Apple’s December Announcements
Early this morning, Apple made a few new announcements, keeping them on their monthly announcement cycle since late summer. Today’s news was AirPods Max and the availability of Fitness+. When I first heard the rumor about AirPods Max being announced on December 8th, I was initially skeptical because of the late release, mostly missing the holiday shopping cycle. The more I thought about it, the more it made sense they would be super high-end, which would not be the same type of holiday gifts as AirPods or AirPods pro would be. Given the ultra-end high creator, audiophile, target audience, this announcement coming in December will not make an impact but getting them to market matters most. $549 is a pricey solution, but audiophiles would know it’s hard to get a great pair of studio headphones for less than $500, and some of the top ones used by DJs and producers can cost over $2,000.
Commenters are going back and forth on the design, but as with all of Apple’s products, and their wearables, in particular, it is clear their design is meant to stand out and call attention to itself and the wearer. I keep this in mind when I think about Apple’s future glasses solutions and how they will likely follow this pattern and shoot for an iconic look.

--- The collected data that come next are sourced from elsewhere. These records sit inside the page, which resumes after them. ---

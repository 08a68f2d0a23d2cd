import { TraitPools } from "../../../pipeline/traits/pools.ts";
import type { GuideRecord, LotDesign } from "../../../pipeline/records.ts";
import type { TraitRow } from "../../../pipeline/traits/trait_row.ts";
import type { Platform } from "../../../shared/schemas/platform.ts";
import { assertClose } from "../../assert_close.ts";

const share = (guide: string, value: number, u: number) => ({
  trait: "merged",
  scope: "guide",
  unit: guide,
  wafer: "A",
  die_id: guide.slice(0, 4),
  guide_id: guide,
  width_um: 3,
  wavelength_nm: null,
  polarisation: null,
  process: null,
  value,
  u,
});

Deno.test("the share of missing domains of a guide without windows is the mean of the guides that were inspected", () => {
  // u as counts of about 390 domains give it: 0.002 for none missing, 0.016 for a tenth.
  const rows = [
    share("A/01/g1", 0, 0.0018),
    share("A/01/g2", 0.11, 0.016),
    share("A/01/g3", 0.0026, 0.0031),
  ] as unknown as TraitRow[];
  const platform = { platform: "p", defaults: {}, priors: {} } as unknown as Platform;
  const pools = new TraitPools(platform, { lot: { lot: "L" } } as unknown as LotDesign, rows);
  const guide = { wafer: "A", die_id: "A/01", guide_id: "A/01/g9", width_um: 3 } as GuideRecord;
  const found = pools.estimate("merged", guide, null, null)!;
  assertClose(found.value, (0 + 0.11 + 0.0026) / 3, { rel: 1e-9 });
});
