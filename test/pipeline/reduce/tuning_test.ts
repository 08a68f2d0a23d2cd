import assert from "node:assert/strict";
import { mismatch } from "../../../models/guides/mod.ts";
import { reduceTuning, type WallPeaks } from "../../../pipeline/reduce/tuning.ts";
import type { LotReadings } from "../../../pipeline/reduce/lot_readings.ts";
import { TraitPools } from "../../../pipeline/traits/pools.ts";
import { assertClose } from "../../assert_close.ts";
import { ktp } from "../../models/decision/a_guide.ts";

const guide = {
  wafer: "A",
  die_id: "A/01",
  guide_id: "A/01/g1",
  width_um: 3,
  period_um: 46.1,
  poled_from_mm: 1,
  poled_length_mm: 18,
  length_mm: 20,
};
const K = 2 * Math.PI / 46.1e-6;

/** A scan over temperature of a guide whose true Δβ is the calculated one plus `offset`, its grating's peak at `peak`. */
function scan(offset: number, peak: number) {
  const at = (T: number) => {
    const waves = { lambdaP: 791e-9, lambdaS: 1582e-9, lambdaI: 1582e-9 } as const;
    const pols = { polP: "TE", polS: "TE", polI: "TM" } as const;
    const real = mismatch(ktp.index, { ...waves, ...pols }, T, { width_um: 3 }) + offset;
    const x = (Math.abs(real) - peak / ktp.expansion(T)) * 0.018 / 2;
    return x === 0 ? 1 : (Math.sin(x) / x) ** 2;
  };
  return Array.from({ length: 141 }, (_, k) => ({
    scope: "guide",
    unit: guide.guide_id,
    ...guide,
    scan: "a",
    process: "second-harmonic",
    polarisations: "TE+TM>TE",
    temperature_c: 20 + k * 0.5,
    wavelength_nm: 1582,
    power_rel: at(20 + k * 0.5),
    file_name: "readings/tuning.csv",
    source_file: "00",
    source_line: k + 2,
  }));
}

function offsetOf(tuning: ReturnType<typeof scan>, peaks: WallPeaks): number {
  const design = { guideById: new Map([[guide.guide_id, guide]]), lot: { lot: "A" } };
  const platform = { defaults: {}, priors: {}, platform: "p" };
  const readings = { tuning, poling: [], design, platform, model: ktp } as unknown as LotReadings;
  const pools = new TraitPools(readings.platform, readings.design, []);
  const { traits, remarks } = reduceTuning(readings, peaks, pools);
  assert.deepEqual(remarks, []);
  const found = traits.find((t) => t.trait === "mismatch_offset_per_m")!;
  assert.equal(found.process, "TE>TE+TM");
  return found.value;
}

Deno.test("reduceTuning() finds the offset of a process whose mismatch is negative, with the sign of Δβ", () => {
  assertClose(offsetOf(scan(25, K), new Map()), 25, { abs: 0.5 });
  assertClose(offsetOf(scan(-25, K), new Map()), -25, { abs: 0.5 });
});

Deno.test("reduceTuning() holds a scan against the peak of inspected walls, whatever the sign of Δβ", () => {
  assertClose(offsetOf(scan(25, K + 40), new Map([[guide.guide_id, { deltaBeta: K + 40, refs: [] }]])), 25, {
    abs: 0.5,
  });
});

As interesting as the AirPods Max headphones are, they will likely be reserved for the premium customer base where Fitness+, Apple’s fitness service now available December 14th, will likely see more widespread adoption. Fitness+ is one of the more interesting services I think Apple is pushing, given some of the philosophical similarities to a Peloton workout. The other thing that stands out with this service is Apple’s integration with Apple Music, iPhones, iPads, AppleTV, and Apple Watch. With this latest service, Apple is creating services in more areas of consumer’s lives and possibly working for a solution to touch all the potential parts of an Apple customer’s life.
Antitrust and Startups
You may have noticed a lot of news about different startups starting to explore or file to go public. There is a range of factors playing into this and one that is starting to cause the startup world to think long and hard about their investment strategy.
First, it is important to note most VCs prefer their startups to go public than get bought. This generally has a longer-tail of reward and upside. But many investors know exits are often their quickest way to return ROI on investment and sometimes the best thing for the startup and its team. The range of IPOs we are seeing is an indication of many of these businesses feeling the need to go beyond private capital to scale their company, and some have a great chance of succeeding in the public market. But the angle that got me thinking recently was how some startups and investors are starting to consider the regulatory challenges around antitrust as a potential barrier for more exits in their portfolio.
With antitrust scrutiny now circling, it does seem it will be harder for large-scale acquisitions to take place, and most startups are raising the kind of capital that will require a large scale acquisition in order for it to provide a return to their investors. This makes for a challenging new dynamic as investors will now have to take this into consideration as they are looking to deploy capital.
All of this to say, a healthier, more balanced venture system is one that I think will do both investors and startups well. I’ve never liked the need for a grand slam for a winning approach but rather an approach that favors singles, doubles, and triples more consistently. Simply meaning, the freedom to invest in a business that is at heart a good business, even if not “venture scale,” is a much more healthy investing philosophy. The challenge is, up to this point, those businesses didn’t do well in the public market. If that changes, and I hope it does then the entire definition of what a “venture scale” company is could change, and that would be a good thing, in my opinion.